By 2016, the broadcast networks and major cable news organizations had limited television coverage of the Republican convention in Cleveland and the Democratic convention in Philadelphia to a few hours a night. “If you’ve been watching this week, you know that ABC, CBS and NBC still cover conventions each night for an hour—or a little more, as they did Wednesday, when the GOP’s vice-presidential nominee, Indiana Gov. Mike Pence, continued his speech past 11 p.m. Eastern,” wrote Callum Borchers, an expert on the intersection of media and politics, in the Washington Post, on Thursday, July 21, 2016, the last night of the Republican convention in Cleveland.7 “But the broadcast networks aren’t turning over prime-time air as they once did. Such cutbacks might have forced the political parties to stop sanitizing conventions but for the growth of cable news. You won’t cover our staged productions all night, CBS? Fine. CNN will.”

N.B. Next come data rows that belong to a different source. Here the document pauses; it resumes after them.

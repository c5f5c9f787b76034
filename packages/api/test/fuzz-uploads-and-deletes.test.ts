import { describeFuzz, FUZZ_GROUPS } from './support/fuzz-routes.js';

// Split in three so the 1,000-body runs share the workers; together they cover every write route.
describeFuzz('fuzzing write routes (uploadsAndDeletes)', FUZZ_GROUPS.uploadsAndDeletes, 3);
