import { mkdtempSync, rmSync } from 'node:fs';
import { tmpdir } from 'node:os';
import path from 'node:path';
import sqlite3 from 'sqlite3';
import { afterEach, beforeEach, describe, expect, it } from 'vitest';
import { keepStatements, MAX_KEPT_STATEMENTS } from '../src/database/sqlite-statements.js';

// Statements kept compiled on a real SQLite file (database/sqlite-statements.ts): each call must
// answer as a fresh statement would, and the connection must still close.
let dir: string;
let db: sqlite3.Database;
let compiled: string[];

const open = (file: string) =>
  new Promise<sqlite3.Database>((resolve, reject) => {
    const c = new sqlite3.Database(file, (err) => (err ? reject(err) : resolve(c)));
  });
const all = <T>(c: sqlite3.Database, sql: string, params: unknown[] = []) =>
  new Promise<T[]>((resolve, reject) =>
    c.all(sql, params, (err, rows) => (err ? reject(err) : resolve(rows as T[]))),
  );
const run = (c: sqlite3.Database, sql: string, params: unknown[] = []) =>
  new Promise<{ lastID: number; changes: number }>((resolve, reject) =>
    c.run(sql, params, function (err) {
      if (err) reject(err);
      else resolve({ lastID: this.lastID, changes: this.changes });
    }),
  );
const close = (c: sqlite3.Database) =>
  new Promise<void>((resolve, reject) => c.close((err) => (err ? reject(err) : resolve())));

beforeEach(async () => {
  dir = mkdtempSync(path.join(tmpdir(), 'workback-statements-'));
  db = await open(path.join(dir, 'kept.sqlite'));
  await run(db, 'PRAGMA journal_mode = WAL');
  await run(db, 'CREATE TABLE items (id INTEGER PRIMARY KEY, name TEXT UNIQUE NOT NULL)');
  compiled = [];
  const prepare = db.prepare.bind(db) as (sql: string, cb: (err: Error | null) => void) => never;
  db.prepare = ((sql: string, cb: (err: Error | null) => void) => {
    compiled.push(sql);
    return prepare(sql, cb);
  }) as typeof db.prepare;
  keepStatements(db);
});

afterEach(() => rmSync(dir, { recursive: true, force: true }));

describe('statements kept compiled on a connection', () => {
  it('compiles SQL with bound values once, and answers each call with its own values', async () => {
    const insert = 'INSERT INTO items (name) VALUES (?)';
    const first = await run(db, insert, ['first']);
    const second = await run(db, insert, ['second']);
    // `this` of the callback carries the new row's id, as Sequelize reads it.
    expect([first, second]).toEqual([
      { lastID: 1, changes: 1 },
      { lastID: 2, changes: 1 },
    ]);
    const byId = 'SELECT name FROM items WHERE id = ?';
    expect(await all(db, byId, [2])).toEqual([{ name: 'second' }]);
    expect(await all(db, byId, [1])).toEqual([{ name: 'first' }]);
    expect(await all(db, byId, [3])).toEqual([]);
    expect(compiled).toEqual([insert, byId]);
    await close(db);
  });

  it('keeps transaction control, and compiles SQL with values written into it each time', async () => {
    for (const name of ['a', 'b']) {
      await all(db, 'BEGIN IMMEDIATE TRANSACTION;');
      await run(db, `INSERT INTO items (name) VALUES ('${name}')`);
      await all(db, 'COMMIT;');
    }
    expect(await all(db, 'SELECT COUNT(*) AS n FROM items')).toEqual([{ n: 2 }]);
    expect(compiled).toEqual(['BEGIN IMMEDIATE TRANSACTION;', 'COMMIT;']);
    await close(db);
  });

  it('gives SQLite’s message for SQL that does not compile, each time, keeping nothing broken', async () => {
    const bad = 'SELECT nope FROM items WHERE id = ?';
    await expect(all(db, bad, [1])).rejects.toThrow(/no such column: nope/);
    await expect(all(db, bad, [1])).rejects.toThrow(/no such column: nope/);
    expect(compiled).toEqual([bad, bad]);
    await close(db);
  });

  it('lets a statement that failed go, and the same SQL then works', async () => {
    const insert = 'INSERT INTO items (name) VALUES (?)';
    await run(db, insert, ['same']);
    await expect(run(db, insert, ['same'])).rejects.toThrow(/UNIQUE constraint failed/);
    expect(await run(db, insert, ['other'])).toEqual({ lastID: 2, changes: 1 });
    expect(compiled).toEqual([insert, insert]);
    await close(db);
  });

  it('holds no snapshot after a read: another connection’s commit shows, and the log empties', async () => {
    const other = await open(path.join(dir, 'kept.sqlite'));
    const names = 'SELECT name FROM items WHERE id > ? ORDER BY id';
    expect(await all(db, names, [0])).toEqual([]);
    await run(other, 'INSERT INTO items (name) VALUES (?)', ['from the other connection']);
    expect(await all(db, names, [0])).toEqual([{ name: 'from the other connection' }]);
    expect(await all(other, 'PRAGMA wal_checkpoint(TRUNCATE)')).toEqual([
      { busy: 0, log: 0, checkpointed: 0 },
    ]);
    await close(other);
    await close(db);
  });

  it('holds ROLLBACK until the statements sent before it are answered, so none commits alone', async () => {
    // node-sqlite3's default parallel mode, as the write connection runs: each statement
    // takes its own worker thread. A long read, then an insert, then ROLLBACK, all sent at once.
    // The read and ROLLBACK are compiled already and the insert is not, so unheld, ROLLBACK
    // would reach SQLite while the insert still compiles, and the insert would then commit.
    const count =
      'WITH RECURSIVE n(i) AS (SELECT 1 UNION ALL SELECT i + 1 FROM n WHERE i < ?) SELECT i FROM n';
    await all(db, 'BEGIN IMMEDIATE TRANSACTION;');
    await all(db, count, [1]);
    await all(db, 'ROLLBACK;');
    await all(db, 'BEGIN IMMEDIATE TRANSACTION;');
    const answered: string[] = [];
    const sent = (label: string, p: Promise<unknown>) =>
      p.then(
        () => answered.push(label),
        (err: Error) => answered.push(`${label}: ${err.message}`),
      );
    await Promise.all([
      sent('read', all(db, count, [200_000])),
      sent('insert', run(db, 'INSERT INTO items (name) VALUES (?)', ['rolled back'])),
      sent('rollback', all(db, 'ROLLBACK;')),
    ]);
    expect(answered.at(-1)).toBe('rollback');
    expect(answered.slice(0, 2).sort()).toEqual(['insert', 'read']);
    expect(await all(db, 'SELECT name FROM items')).toEqual([]);
    await close(db);
  });

  it(`keeps at most ${MAX_KEPT_STATEMENTS}, letting the least recently used go`, async () => {
    const sqlFor = (n: number) => `SELECT ${n} AS n FROM items WHERE id > ?`;
    await all(db, sqlFor(0), [0]);
    for (let n = 1; n < MAX_KEPT_STATEMENTS; n++) await all(db, sqlFor(n), [0]);
    // Used again, so the least recently used is now 1.
    await all(db, sqlFor(0), [0]);
    await all(db, sqlFor(MAX_KEPT_STATEMENTS), [0]);
    compiled = [];
    await all(db, sqlFor(0), [0]);
    await all(db, sqlFor(1), [0]);
    expect(compiled).toEqual([sqlFor(1)]);
    // Every kept statement is finalized first: the connection closes cleanly.
    await close(db);
  });
});
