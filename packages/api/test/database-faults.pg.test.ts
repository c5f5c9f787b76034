import net from 'node:net';
import pg from 'pg';
import { afterAll, beforeAll, describe, expect, inject, it } from 'vitest';
import { createDatabase, databaseUrl, dropDatabase, newDatabaseName } from './support/pg.js';
import { type Client, DEMO, signedIn, startTestApp, type TestApp } from './support/test-app.js';

// PostgreSQL busy or out of reach: the request answers 503 with Retry-After and a plain
// message, never a 500 with the driver's words, and nothing is half-written. The app talks to
// its database through a TCP relay the test can cut, as a stopped server or a broken network
// would. api-pg only (SQLite's SQLITE_BUSY is in storage-full.test.ts).
const server = inject('pgServerUrl');
const database = newDatabaseName('workback_faults');
let t: TestApp;
let relay: Relay;
let owner: Client;

/** A TCP relay in front of the PostgreSQL server that can be cut and restored on its port. */
interface Relay {
  port: number;
  cut: () => Promise<void>;
  restore: () => Promise<void>;
}

async function startRelay(target: URL): Promise<Relay> {
  const sockets = new Set<net.Socket>();
  const listener = net.createServer((client) => {
    const upstream = net.connect(Number(target.port), target.hostname);
    for (const s of [client, upstream]) {
      sockets.add(s);
      s.on('close', () => sockets.delete(s));
      s.on('error', () => s.destroy());
    }
    client.pipe(upstream).pipe(client);
  });
  const listen = (port: number) =>
    new Promise<void>((resolve) => listener.listen(port, '127.0.0.1', resolve));
  await listen(0);
  const port = (listener.address() as net.AddressInfo).port;
  return {
    port,
    cut: async () => {
      const closed = new Promise((resolve) => listener.close(resolve));
      for (const s of sockets) s.destroy();
      await closed;
    },
    restore: () => listen(port),
  };
}

/** Our own connection to the app's database, straight to the server (not through the relay). */
async function direct<T>(work: (c: pg.Client) => Promise<T>): Promise<T> {
  const c = new pg.Client({ connectionString: databaseUrl(server, database) });
  await c.connect();
  try {
    return await work(c);
  } finally {
    await c.end();
  }
}

const others = `pid <> pg_backend_pid() AND datname = current_database()`;

async function studentCount(): Promise<number> {
  return direct(async (c) =>
    Number((await c.query('SELECT COUNT(*) AS n FROM students')).rows[0].n),
  );
}

beforeAll(async () => {
  await createDatabase(server, database, inject('pgTemplate'));
  relay = await startRelay(new URL(server));
  const via = new URL(databaseUrl(server, database));
  via.port = String(relay.port);
  t = await startTestApp({ DATABASE_URL: via.toString() });
  owner = await signedIn(t, DEMO.owner);
}, 120_000);

afterAll(async () => {
  await t?.close();
  await relay?.cut();
  await dropDatabase(server, database);
}, 60_000);

function expectUnavailable(
  res: { status: number; headers: Record<string, string>; body: { message: string } },
  message: RegExp,
) {
  expect(res.status).toBe(503);
  expect(Number(res.headers['retry-after'])).toBeGreaterThan(0);
  expect(res.body).toMatchObject({ statusCode: 503, error: 'Service Unavailable' });
  expect(res.body.message).toMatch(message);
  // Nothing of the driver's or the SQL's own words reaches the family.
  expect(JSON.stringify(res.body)).not.toMatch(/terminat|lock|students|SQL|ECONN|pg_/i);
}

describe('PostgreSQL busy or out of reach', () => {
  it('answers 503 when the connection under a waiting write is terminated (57P01)', async () => {
    const before = await studentCount();
    await direct(async (locker) => {
      await locker.query('BEGIN');
      await locker.query('LOCK TABLE students IN ACCESS EXCLUSIVE MODE');
      const pending = owner
        .post('/api/students', { name: 'Waits', gradeLevel: '2' })
        .then((r) => r);
      // The app's insert waits on the lock; end its backend as an operator or a restart would.
      let ended = 0;
      for (let i = 0; i < 200 && ended === 0; i += 1) {
        const { rows } = await locker.query(
          `SELECT pg_terminate_backend(pid) AS ended FROM pg_stat_activity
           WHERE ${others} AND wait_event_type = 'Lock'`,
        );
        ended = rows.length;
        if (!ended) await new Promise((r) => setTimeout(r, 25));
      }
      expect(ended).toBe(1);
      expectUnavailable(await pending, /cannot reach its database right now, so nothing was saved/);
      await locker.query('ROLLBACK');
    });
    expect(await studentCount()).toBe(before);
    // The pool lets the broken connection go: the same request now goes through.
    await owner.post('/api/students', { name: 'After a restart', gradeLevel: '2' }).expect(201);
  });

  it('answers 503 when a write waits past lock_timeout (55P03), and saves once the lock is gone', async () => {
    const before = await studentCount();
    await direct(async (c) => {
      await c.query(`ALTER DATABASE "${database}" SET lock_timeout = '300ms'`);
      // The app's connections take the setting when they are made again.
      await c.query(`SELECT pg_terminate_backend(pid) FROM pg_stat_activity WHERE ${others}`);
    });
    try {
      await direct(async (locker) => {
        await locker.query('BEGIN');
        await locker.query('LOCK TABLE students IN ACCESS EXCLUSIVE MODE');
        const res = await owner.post('/api/students', { name: 'Waits', gradeLevel: '2' });
        expectUnavailable(res, /busy with other changes, so nothing was saved/);
        await locker.query('ROLLBACK');
      });
      expect(await studentCount()).toBe(before);
      await owner.post('/api/students', { name: 'After the lock', gradeLevel: '2' }).expect(201);
    } finally {
      await direct((c) => c.query(`ALTER DATABASE "${database}" RESET lock_timeout`));
    }
  });

  it('answers 503 while the database cannot be reached at all, and serves again when it is back', async () => {
    await relay.cut();
    try {
      // The session store is the first to fail: its error takes the same way out as a route's.
      expectUnavailable(
        await owner.get('/api/students'),
        /cannot reach its database right now, so nothing was saved/,
      );
      expectUnavailable(
        await owner.post('/api/students', { name: 'Unreachable', gradeLevel: '2' }),
        /cannot reach its database right now/,
      );
    } finally {
      await relay.restore();
    }
    const res = await owner.get('/api/students').expect(200);
    expect(res.body.items.map((s: { name: string }) => s.name)).not.toContain('Unreachable');
  });
});
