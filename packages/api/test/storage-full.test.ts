import path from 'node:path';
import { getConnectionToken } from '@nestjs/sequelize';
import type { Sequelize } from 'sequelize-typescript';
import sqlite3 from 'sqlite3';
import { afterAll, beforeAll, describe, expect, it } from 'vitest';
import { DEMO, signedIn, startTestApp, type TestApp } from './support/test-app.js';

let t: TestApp;
beforeAll(async () => {
  t = await startTestApp();
}, 120_000);
afterAll(() => t.close());

describe('a full disk', () => {
  it('answers 507 with a plain message and leaves the database as it was', async () => {
    const owner = await signedIn(t, DEMO.owner);
    const sequelize = t.app.get<Sequelize>(getConnectionToken());
    // SQLite's own cap on the file size stands in for a full disk (root ignores file modes).
    const [[{ page_count }]] = (await sequelize.query('PRAGMA page_count')) as [
      [{ page_count: number }],
      unknown,
    ];
    await sequelize.query(`PRAGMA max_page_count = ${page_count}`);
    try {
      let refused: { status: number; body: { message: string } } | undefined;
      for (let i = 0; i < 500 && !refused; i += 1) {
        const before = (await owner.get('/api/students').expect(200)).body.total as number;
        const res = await owner.post('/api/students', {
          name: `Filler ${i} ${'x'.repeat(30)}`,
          gradeLevel: '2',
        });
        if (res.status !== 201) {
          refused = res;
          const after = (await owner.get('/api/students').expect(200)).body.total as number;
          expect(after).toBe(before);
        }
      }
      expect(refused?.status).toBe(507);
      expect(refused?.body.message).toMatch(/out of storage space, so nothing was saved/);
    } finally {
      await sequelize.query('PRAGMA max_page_count = 1073741823');
    }
    await owner.post('/api/students', { name: 'After', gradeLevel: '2' }).expect(201);
    const admin = await signedIn(t, DEMO.admin);
    const metrics = (await admin.get('/api/admin/metrics').expect(200)).body;
    expect(metrics.storageFaults).toBeGreaterThanOrEqual(1);
    expect(metrics.sqliteBusy).toBe(0);
  });
});

describe('a database held by another writer', () => {
  function run(db: sqlite3.Database, sql: string): Promise<void> {
    return new Promise((resolve, reject) => db.exec(sql, (err) => (err ? reject(err) : resolve())));
  }

  it('answers 503 when the wait runs out, saves nothing, and counts it for the site admin', async () => {
    const owner = await signedIn(t, DEMO.owner);
    const admin = await signedIn(t, DEMO.admin);
    const sequelize = t.app.get<Sequelize>(getConnectionToken());
    const busyBefore = (await admin.get('/api/admin/metrics').expect(200)).body.sqliteBusy;
    const before = (await owner.get('/api/students').expect(200)).body.total as number;
    // A short wait on the app's shared connection, so the test need not sit out the 10 s one.
    await sequelize.query('PRAGMA busy_timeout = 100');
    const other = new sqlite3.Database(path.join(t.dataDir, 'workback.sqlite'));
    try {
      await run(other, 'BEGIN IMMEDIATE');
      const res = await owner.post('/api/students', { name: 'Waits', gradeLevel: '2' });
      expect(res.status).toBe(503);
      expect(res.body.message).toMatch(/busy with other changes, so nothing was saved/);
      // Worth trying again shortly: the other writer will be done.
      expect(Number(res.headers['retry-after'])).toBeGreaterThan(0);
      await run(other, 'ROLLBACK');
    } finally {
      await new Promise((resolve) => other.close(resolve));
      await sequelize.query('PRAGMA busy_timeout = 10000');
    }
    expect((await owner.get('/api/students').expect(200)).body.total).toBe(before);
    const metrics = (await admin.get('/api/admin/metrics').expect(200)).body;
    expect(metrics.sqliteBusy).toBe(busyBefore + 1);
    expect(metrics.requests['5xx']).toBeGreaterThanOrEqual(1);
    expect(metrics.memory.peakRssBytes).toBeGreaterThanOrEqual(metrics.memory.rssBytes);
  });
});
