describe('answer keys', () => {
  it('creates a key and answers it in the documented shape', async () => {
    const key = await createKey({
      title: 'Worksheet 9',
      kind: 'worksheet',
      items: [
        {
          number: 2,
          prompt: '304 - 75',
          answer: '229',
          skills: ['subtraction', ' regrouping '],
          revisit: ['7', '31 – 33', 12],
          facts: ['nines'],
        },
        { number: 1, prompt: '58 + 67', answer: '125' },
      ],
    });
    const read = await owner.get(`/api/answer-keys/${key.id}`).expect(200);
    expect(read.body).toMatchObject({
      id: key.id,
      title: 'Worksheet 9',
      kind: 'worksheet',
      courseId: null,
      lessonNumber: null,
      itemCount: 2,
      sittingCount: 0,
      flags: [],
      corrections: [],
    });
    expect(read.body.items.map((i: { number: number }) => i.number)).toEqual([1, 2]);
    expect(read.body.items[1]).toEqual({
      id: expect.any(Number),
      number: 2,
      prompt: '304 - 75',
      answer: '229',
      skills: ['subtraction', 'regrouping'],
      revisit: ['7', '31-33', '12'],
      revisitLessons: [7, 12, 31, 32, 33],
      facts: ['nines'],
      // 304 − 75 = 229 (common practice, no source: column subtraction by hand).
      check: { status: 'agrees', expected: '229' },
    });
    expect(read.body.items[0].skills).toEqual([]);
  });

  it('flags a key answer the engine disagrees with, and never changes it', async () => {
    // Reference: JavaScript BigInt arithmetic (ECMA-262), not the engine: 47 × 24 = 1128.
    expect(47n * 24n).toBe(1128n);
    const key = await createKey({
      title: 'Assessment 3',
      kind: 'assessment',
      items: [
        { number: 11, prompt: '81 - 38', answer: '43' },
        { number: 12, prompt: '47 x 24', answer: '1,138' },
        { number: 13, prompt: 'Nell has 3 bags of 8 shells. How many?', answer: '24' },
        { number: 14, prompt: '45 ÷ 6', answer: 'seven-ish' },
      ],
    });
    expect(key.flags).toEqual([
      {
        itemId: key.items[1]!.id,
        number: 12,
        status: 'disagrees',
        expected: '1128',
        message: 'item 12: the key says 1,138, but 47 × 24 = 1,128 — please check',
      },
      {
        itemId: key.items[3]!.id,
        number: 14,
        status: 'unreadable-answer',
        // Reference: 45 = 6 × 7 + 3 (BigInt check below).
        expected: '7 R 3',
        message:
          'item 14: the key says “seven-ish”, which the checker cannot read; 45 ÷ 6 = 7 R 3 — please check',
      },
    ]);
    expect(45n / 6n).toBe(7n);
    expect(45n % 6n).toBe(3n);
    expect(key.items[2]!.check).toEqual({ status: 'not-checked' });
    expect(key.items[1]!.answer).toBe('1,138');
    const list = await owner.get('/api/answer-keys?kind=assessment').expect(200);
    expect(list.body.items.find((k: { id: number }) => k.id === key.id)).toMatchObject({
      itemCount: 4,
      flagCount: 2,
    });
  });

  it('lists every bad item by index and field, and saves nothing', async () => {
    const before = await keyCount();
    // Shapes are checked first (by the DTO), then what needs the whole key: ranges, numbers.
    const shape = await owner.post('/api/answer-keys', {
      title: 'Broken',
      kind: 'review',
      items: [
        { number: 1, prompt: '58 + 67', answer: '' },
        { number: 2.5, prompt: '81 - 38', answer: '43' },
      ],
    });
    expect(shape.status).toBe(400);
    expect(shape.body.fields).toEqual({
      'items.0.answer': 'answer is missing (1 to 80 characters)',
      'items.1.number': 'number must be a whole number',
    });
    const res = await owner.post('/api/answer-keys', {
      title: 'Broken',
      kind: 'review',
      items: [
        { number: 1, prompt: '58 + 67', answer: '125', revisit: ['3'] },
        { number: 1, prompt: '81 - 38', answer: '43', revisit: ['33-31'] },
        { number: 3, prompt: '81 - 38', answer: '43', revisit: ['three'] },
      ],
    });
    expect(res.status).toBe(400);
    expect(res.body.fields).toEqual({
      'items.1.number': 'number 1 is used twice (first at items.0)',
      'items.1.revisit': 'range “33-31” runs backwards; write 31-33',
      'items.2.revisit': '“three” is not a lesson number or a range such as 31-33',
    });
    expect(res.body.message).toMatch(/^2 items have problems; nothing was saved/);
    expect(await keyCount()).toBe(before);
    const kind = await owner.post('/api/answer-keys', { title: 'x', kind: 'quiz', items: [] });
    expect(kind.body.fields).toEqual({
      kind: 'kind must be one of worksheet, review, assessment, check-up',
    });
  });

  it('checks the course and lesson the key belongs to', async () => {
    const noCourse = await owner.post('/api/answer-keys', {
      title: 'x',
      kind: 'worksheet',
      lessonNumber: 4,
      items: [],
    });
    expect(noCourse.body.fields).toEqual({ lessonNumber: 'lessonNumber needs a courseId' });
    const theirs = await stranger.post('/api/courses', { name: 'Their course' }).expect(201);
    const foreign = await owner.post('/api/answer-keys', {
      title: 'x',
      kind: 'worksheet',
      courseId: theirs.body.id,
      items: [],
    });
    expect(foreign.status).toBe(404);
    const course = await owner.post('/api/courses', { name: 'Lesson check' }).expect(201);
    const missing = await owner.post('/api/answer-keys', {
      title: 'x',
      kind: 'worksheet',
      courseId: course.body.id,
      lessonNumber: 4,
      items: [],
    });
    expect(missing.body.fields).toEqual({ lessonNumber: 'lesson 4 is not in “Lesson check”' });
  });

  it('edits a key without sittings freely, recording no corrections', async () => {
    const key = await createKey({
      title: 'Draft',
      kind: 'worksheet',
      items: [
        { number: 1, prompt: '58 + 67', answer: '115' },
        { number: 2, prompt: '81 - 38', answer: '43' },
      ],
    });
    const res = await owner
      .send('patch', `/api/answer-keys/${key.id}`, {
        title: 'Worksheet 10',
        items: [
          { id: key.items[1]!.id, number: 1, prompt: '81 - 38', answer: '43' },
          { id: key.items[0]!.id, number: 2, prompt: '58 + 67', answer: '125' },
          { number: 3, prompt: '365 + 574', answer: '939' },
        ],
      })
      .expect(200);
    expect(res.body.title).toBe('Worksheet 10');
    expect(res.body.items.map((i: { prompt: string }) => i.prompt)).toEqual([
      '81 - 38',
      '58 + 67',
      '365 + 574',
    ]);
    expect(res.body.flags).toEqual([]);
    expect(res.body.corrections).toEqual([]);
    expect(res.body.remarkedSittings).toEqual([]);
    const alien = await owner.send('patch', `/api/answer-keys/${key.id}`, {
      items: [{ id: 999999, number: 1, prompt: '1 + 1', answer: '2' }],
    });
    expect(alien.body.fields).toEqual({ 'items.0.id': 'item 999999 is not in this key' });
  });

  it('deletes a key without sittings and refuses one with sittings', async () => {
    const gone = await createKey({ title: 'Gone', kind: 'review', items: [] });
    await owner.send('delete', `/api/answer-keys/${gone.id}`).expect(204);
    await owner.get(`/api/answer-keys/${gone.id}`).expect(404);
    const kept = await createKey({
      title: 'Kept',
      kind: 'review',
      items: [{ number: 1, prompt: '58 + 67', answer: '125' }],
    });
    await owner
      .post('/api/sittings', {
        studentId: wren,
        answerKeyId: kept.id,
        startedAt: '2026-01-05T09:00',
      })
      .expect(201);
    const res = await owner.send('delete', `/api/answer-keys/${kept.id}`);
    expect(res.status).toBe(409);
    expect(res.body.message).toBe('Answer key “Kept” is used by 1 sitting; it cannot be deleted');
  });
});
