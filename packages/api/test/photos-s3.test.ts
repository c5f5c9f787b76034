import sharp from 'sharp';
import { afterAll, beforeAll, describe, expect, it } from 'vitest';
import { startFakeS3, type FakeS3 } from './support/fake-s3.js';
import { fixture, photoFiles, postMultipart, studentIds, today } from './support/photos.js';
import { readZip } from './support/zip.js';
import {
  type Client,
  DEMO,
  registered,
  signedIn,
  startTestApp,
  type TestApp,
} from './support/test-app.js';

// Photos in an S3-compatible bucket (S3_*): the AWS SDK client against s3rver, a local fake S3.
let s3: FakeS3;
let t: TestApp;
let owner: Client;
let tutor: Client;
let stranger: Client;

beforeAll(async () => {
  s3 = await startFakeS3();
  // Seeded afresh, so the demo household's photos are in the bucket too.
  t = await startTestApp({ ...s3.env, SEED_FRESH: 'true', SIGN_IN_LIMIT_PER_MINUTE: '1000' });
  owner = await signedIn(t, DEMO.owner);
  tutor = await signedIn(t, DEMO.tutor);
  stranger = await registered(t, 'bucket-stranger@example.test', 'Other household');
});
afterAll(async () => {
  await t?.close();
  await s3?.close();
});

async function missWithPhoto(studentId: number) {
  const res = await postMultipart(
    owner,
    '/api/misses',
    { studentId, occurredOn: today(), problem: '81 - 38', answer: '57' },
    [{ name: 'p.png', data: fixture('sheet.png'), type: 'image/png' }],
  );
  expect(res.status, res.text).toBe(201);
  return res.body as { id: number; photos: { id: number }[] };
}

describe('photos on S3-compatible storage', () => {
  it('writes the photo and its thumbnail to the bucket, nothing to the data folder', async () => {
    const before = new Set(await s3.keys());
    const ids = await studentIds(owner);
    await missWithPhoto(ids.get('Wren')!);
    const added = (await s3.keys()).filter((k) => !before.has(k));
    expect(added).toHaveLength(3);
    for (const key of added) expect(key).toMatch(/^[0-9a-f-]{36}(-thumb|-small)?\.jpg$/);
    expect(photoFiles(t)).toEqual([]);
  });

  it('serves photos through the app with the same headers and scoping', async () => {
    const ids = await studentIds(owner);
    const wren = (await missWithPhoto(ids.get('Wren')!)).photos[0]!.id;
    const milo = (await missWithPhoto(ids.get('Milo')!)).photos[0]!.id;
    for (const which of ['image', 'thumb', 'small']) {
      const res = await owner.get(`/api/photos/${wren}/${which}`).buffer(true).expect(200);
      expect(res.headers['content-type']).toBe('image/jpeg');
      expect(res.headers['cache-control']).toBe('private, max-age=3600');
      expect(res.headers['x-content-type-options']).toBe('nosniff');
      expect((await sharp(res.body as Buffer).metadata()).format).toBe('jpeg');
    }
    await tutor.get(`/api/photos/${wren}/image`).expect(200);
    await tutor.get(`/api/photos/${milo}/image`).expect(404);
    await stranger.get(`/api/photos/${wren}/image`).expect(404);
  });

  it('removes the objects with the photo', async () => {
    const ids = await studentIds(owner);
    const before = new Set(await s3.keys());
    const miss = await missWithPhoto(ids.get('Wren')!);
    expect((await s3.keys()).length).toBe(before.size + 3);
    await owner.send('delete', `/api/photos/${miss.photos[0]!.id}`).expect(204);
    expect(await s3.keys()).toEqual([...before].sort());
  });

  it('puts the household’s photos from the bucket into the export', async () => {
    const res = await owner
      .get('/api/export')
      .buffer(true)
      .parse((r, done) => {
        const chunks: Buffer[] = [];
        r.on('data', (c: Buffer) => chunks.push(c));
        r.on('end', () => done(null, Buffer.concat(chunks)));
      })
      .expect(200);
    const files = readZip(res.body as Buffer);
    const photos = JSON.parse(files.get('tables/photos.json')!.toString()) as {
      storage_key: string;
      thumb_key: string;
    }[];
    expect(photos.length).toBeGreaterThan(0);
    const stored = new Set(await s3.keys());
    for (const p of photos) {
      for (const key of [p.storage_key, p.thumb_key]) {
        expect(stored.has(key), key).toBe(true);
        expect(files.get(`photos/${key}`)?.length, key).toBeGreaterThan(0);
      }
    }
  });
});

Still, even in 2016, the final night of each convention, some 35 million Americans watched Donald Trump give his acceptance speech, followed by 34 million who watched Hillary Clinton at the Democratic National Convention.8 These were the largest television audiences that had seen either candidate to that point. The only other major television opportunity would be the first debate between Clinton and Trump—a television event that drew some 84 million American viewers to become the most watched televised presidential debate in US history, beating the 80.6 million who watched the only debate between President Jimmy Carter and contender Ronald Reagan in 1980.9 Viewership for the second debate between Clinton and Trump fell sharply, to an estimated 66.5 million Americans watching.10 The third and final Clinton-Trump debate rebounded, with an estimated 71.6 million viewers.11

First impressions, in politics as in life in general, are often lasting. While the debates can correct voters’ impressions a presidential candidate might make with their acceptance speech at the party’s national nominating convention, there is no other opportunity like it in any given modern presidential cycle. The acceptance speech is the one time each presidential candidate gets to tell their story without interruptions to one of the largest viewing audiences that candidate will ever have. While the debate audiences are larger, with the first typically commanding the most viewers, each candidate can be expected to command only half the time. Even then, each candidate must spend time on defense, answering attacks leveled during the debate as well as correcting damage that might have been done on the campaign trail. While the national nominating conventions have become largely scripted infomercials today, both parties take their convention opportunity seriously. While prime-time network broadcast time is limited today, the cable news will cover the convention much more extensively, giving each party the opportunity not only to showcase the presidential candidate, but also past political stars and upcoming political prospects, reminding the nation of both the party’s past and the party’s future.